Our journey, as those created from perfect love, is to offer an ever-deepening expression of love. Not just conditional love, to those who love us in return – but to strive to love all creation without limit. To love others, JUST as we are loved by God. The father reminds us how greatly we are loved in order that we might love others just as He loves us.

But we are slow to listen. And so Jesus resorts to making us break things.  Jesus makes us break things to discover that they are whole.  That we are one. And that He is one with us.

 All through this horrible year I’ve been breaking bread on Zoom.  I’ve been holding a little circle of wafer up to my computer screen and reminding anyone watching that although they cannot receive the bread in person that the body of Christ IS broken for them, and that they receive Christ regardless of any social distance and in so doing we are made whole. Broken bread, wine out poured. Broken to show us that we are one body, one Spirit, in Christ.

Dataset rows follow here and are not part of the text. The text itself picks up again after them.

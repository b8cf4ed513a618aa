"""The share engine's compiled passes over the history (`pipelines.engines.share_rows`) and its per-period
split against plain numpy.

References: a week's ordinal by numpy's floor division of the nanoseconds since the epoch Monday (what
`calendar.period_ordinal` computes); a sum per leaf by `np.bincount` with weights over the rows kept, which
adds each bin's values in row order from 0.0 (numpy's documented `bincount`: out[x[i]] += w[i]). Every
comparison is to the bit (float64 viewed as int64), on data where another order of addition or a window one
period off gives other bits (asserted too, so the comparisons can fail).
"""

from __future__ import annotations

import numpy as np
import pandas as pd
import pytest

from pipelines.calendar import EPOCH_MONDAY_NS, WEEK_NS, period_ordinal
from pipelines.engines.children import _run_periods
from pipelines.engines.hierarchy import parent_sums
from pipelines.engines.lifecycle_shares import counts_by, split_shares
from pipelines.engines.period_shares import share_steps
from pipelines.engines.proofs import key_sums
from pipelines.engines.share_rows import (
    ShareRows,
    _run_window_sums,
    _week_ages,
    _week_runs,
    bin_window_volumes,
    child_sums,
    period_ages,
    period_sums,
)
from pipelines.vocabulary import NEW_CUSTOMER_RULES

CYCLE_ORD = 2970


def bits(values: np.ndarray) -> np.ndarray:
    return np.asarray(values, dtype=np.float64).view(np.int64)


def history(seed: int, n_leaves: int = 60, sort: bool = True):
    """Random rows: leaf runs of consecutive weeks with gaps and a repeated week, quantities of mixed scale with
    a NaN, a -0.0 and cents, a few shortage rows; rows sorted by leaf id (and period) or shuffled."""
    rng = np.random.default_rng(seed)
    leaf, week = [], []
    for leaf_id in range(n_leaves):
        n = int(rng.integers(0, 40))
        start = CYCLE_ORD - int(rng.integers(1, 80))
        weeks = start + np.cumsum(rng.choice([1, 1, 1, 2, 5, 0], size=n))  # gaps and a repeated week
        leaf += [leaf_id] * n
        week += weeks.tolist()
    leaf, week = np.array(leaf, dtype=np.int32), np.array(week, dtype=np.int64)
    qty = np.round(rng.lognormal(2, 2, len(leaf)), 2) * rng.choice([1.0, 1e-3, 1e6], len(leaf))
    qty[rng.integers(0, len(qty), 3)] = [np.nan, -0.0, 0.1]
    ns = EPOCH_MONDAY_NS + (week - 0) * WEEK_NS + rng.choice([0, 86_400 * 10**9 * 3], len(week))  # some mid-week
    if not sort:
        order = rng.permutation(len(leaf))
        leaf, ns, qty = leaf[order], ns[order], qty[order]
    return leaf, ns, qty


def reference_ages(ns: np.ndarray) -> np.ndarray:
    return CYCLE_ORD - (ns - EPOCH_MONDAY_NS) // WEEK_NS


def share_rows(leaf, ns, qty, n_leaves, short=None, sort=True) -> ShareRows:
    age = period_ages(pd.Series(ns.astype("datetime64[ns]")), "week", CYCLE_ORD)
    counts = age >= 1
    if short is not None:
        counts &= ~short
    first = np.searchsorted(leaf, np.arange(n_leaves + 1, dtype=leaf.dtype)) if sort else None
    return ShareRows(leaf, age, qty, counts, n_leaves, True, first)


@pytest.mark.parametrize("seed", range(4))
def test_week_ages_are_the_week_ordinals_floor_division(seed):
    _, ns, _ = history(seed)
    ns = np.concatenate([ns, [EPOCH_MONDAY_NS - 1, EPOCH_MONDAY_NS - WEEK_NS, EPOCH_MONDAY_NS - 1 + WEEK_NS]])
    age = period_ages(pd.Series(ns.astype("datetime64[ns]")), "week", CYCLE_ORD)
    assert age.dtype == np.int32
    assert np.array_equal(age, reference_ages(ns))
    assert np.array_equal(age, CYCLE_ORD - period_ordinal(pd.Series(ns.astype("datetime64[ns]")), "week"))


def test_week_ages_take_the_row_before_only_one_week_apart():
    # a step of one week is one period; a step of 6 days from a Sunday crosses one week boundary, so the
    # kernel's shortcut must not fire for it (a kernel reading "less than a week: same age - 1" would fail)
    sunday = EPOCH_MONDAY_NS + 6 * 86_400 * 10**9
    ns = np.array([EPOCH_MONDAY_NS, EPOCH_MONDAY_NS + WEEK_NS, sunday + WEEK_NS, sunday + WEEK_NS + 6 * 86_400 * 10**9])
    out = np.empty(len(ns), np.int32)
    assert _week_ages(ns, CYCLE_ORD, out)
    assert out.tolist() == reference_ages(ns).tolist() == [CYCLE_ORD, CYCLE_ORD - 1, CYCLE_ORD - 1, CYCLE_ORD - 2]


def test_week_ages_with_a_missing_date_take_the_general_path():
    ns = pd.Series(pd.to_datetime(["2026-11-23", None, "2026-11-09"]))
    out = np.empty(3, np.int32)
    assert not _week_ages(ns.to_numpy().view(np.int64), CYCLE_ORD, out)
    age = period_ages(ns, "week", CYCLE_ORD)
    expected = CYCLE_ORD - period_ordinal(ns, "week")
    assert np.array_equal(age, expected, equal_nan=True)


def reference_child_sums(rows: ShareRows, leaves, window, leaf_of_child):
    window = np.broadcast_to(np.asarray(window), (rows.n_leaves,)) if np.ndim(window) == 0 else window
    keep = rows.counts & (rows.age <= window[rows.leaf])
    if leaves is not None:
        keep &= leaves[rows.leaf]
    per_leaf = np.append(np.bincount(rows.leaf[keep], weights=rows.qty[keep], minlength=rows.n_leaves), 0.0)
    return per_leaf[leaf_of_child]


@pytest.mark.parametrize("seed", range(6))
@pytest.mark.parametrize("sort", [True, False])
def test_child_sums_are_bincounts_sums_to_the_bit(seed, sort):
    n_leaves = 60
    leaf, ns, qty = history(seed, n_leaves, sort)
    rng = np.random.default_rng(100 + seed)
    rows = share_rows(leaf, ns, qty, n_leaves, short=rng.random(len(leaf)) < 0.05, sort=sort)
    leaf_of_child = np.append(rng.permutation(n_leaves)[:50], [-1, -1])  # two children without history
    per_leaf_window = rng.choice([0, 4, 13, 26, 52], n_leaves).astype(np.int32)
    open_leaves = rng.random(n_leaves) < 0.4
    for leaves, window in ((None, per_leaf_window), (open_leaves, 26), (None, 13), (open_leaves, per_leaf_window)):
        got = child_sums(rows, leaves, window, leaf_of_child)
        assert np.array_equal(bits(got), bits(reference_child_sums(rows, leaves, window, leaf_of_child)))


def test_the_sums_comparison_can_fail():
    # the data tell a row-order sum from a reversed one and a window one period longer, so a kernel that
    # summed in another order or compared age < window + 1 wrongly would not pass the test above
    leaf, ns, qty = history(3, 60)
    rows = share_rows(leaf, ns, qty, 60)
    window = np.full(60, 52, np.int32)
    forward = _run_window_sums(rows.first, np.arange(60), rows.age, rows.qty, rows.counts, window, 60)
    backward = np.zeros(61)
    for i in range(len(leaf) - 1, -1, -1):  # the same rows, last to first
        if rows.counts[i] and rows.age[i] <= 52:
            backward[leaf[i]] += qty[i]
    assert np.allclose(forward, backward, rtol=1e-12, equal_nan=True)  # the same sums but for rounding...
    assert not np.array_equal(bits(forward), bits(backward))  # ...but not the same bits
    longer = _run_window_sums(rows.first, np.arange(60), rows.age, rows.qty, rows.counts, window + 1, 60)
    assert not np.array_equal(bits(forward), bits(longer))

Corona has distanced us. Masked us. Separated us. But Christ is the true antivirus.  The one who can never be distanced, masked or separated. In my ten years at St Michael’s I have never witnessed spiritual growth amongst us, like I have witnessed this year. Courage in the face of adversity. Strength in suffering. Hope triumphing. Love winning.

This holy night, Jesus reminds us that He is with us now and always, even until the end of time. We may be physically separated from our loved ones but tonight believe, and know that nothing can ever separate you from the love of God. No virus. No circumstances. No lie of separation or segregation can ever sever the oneness you have in Christ.

You are loved. Beyond limit. Beyond condition. Here. Now. Always.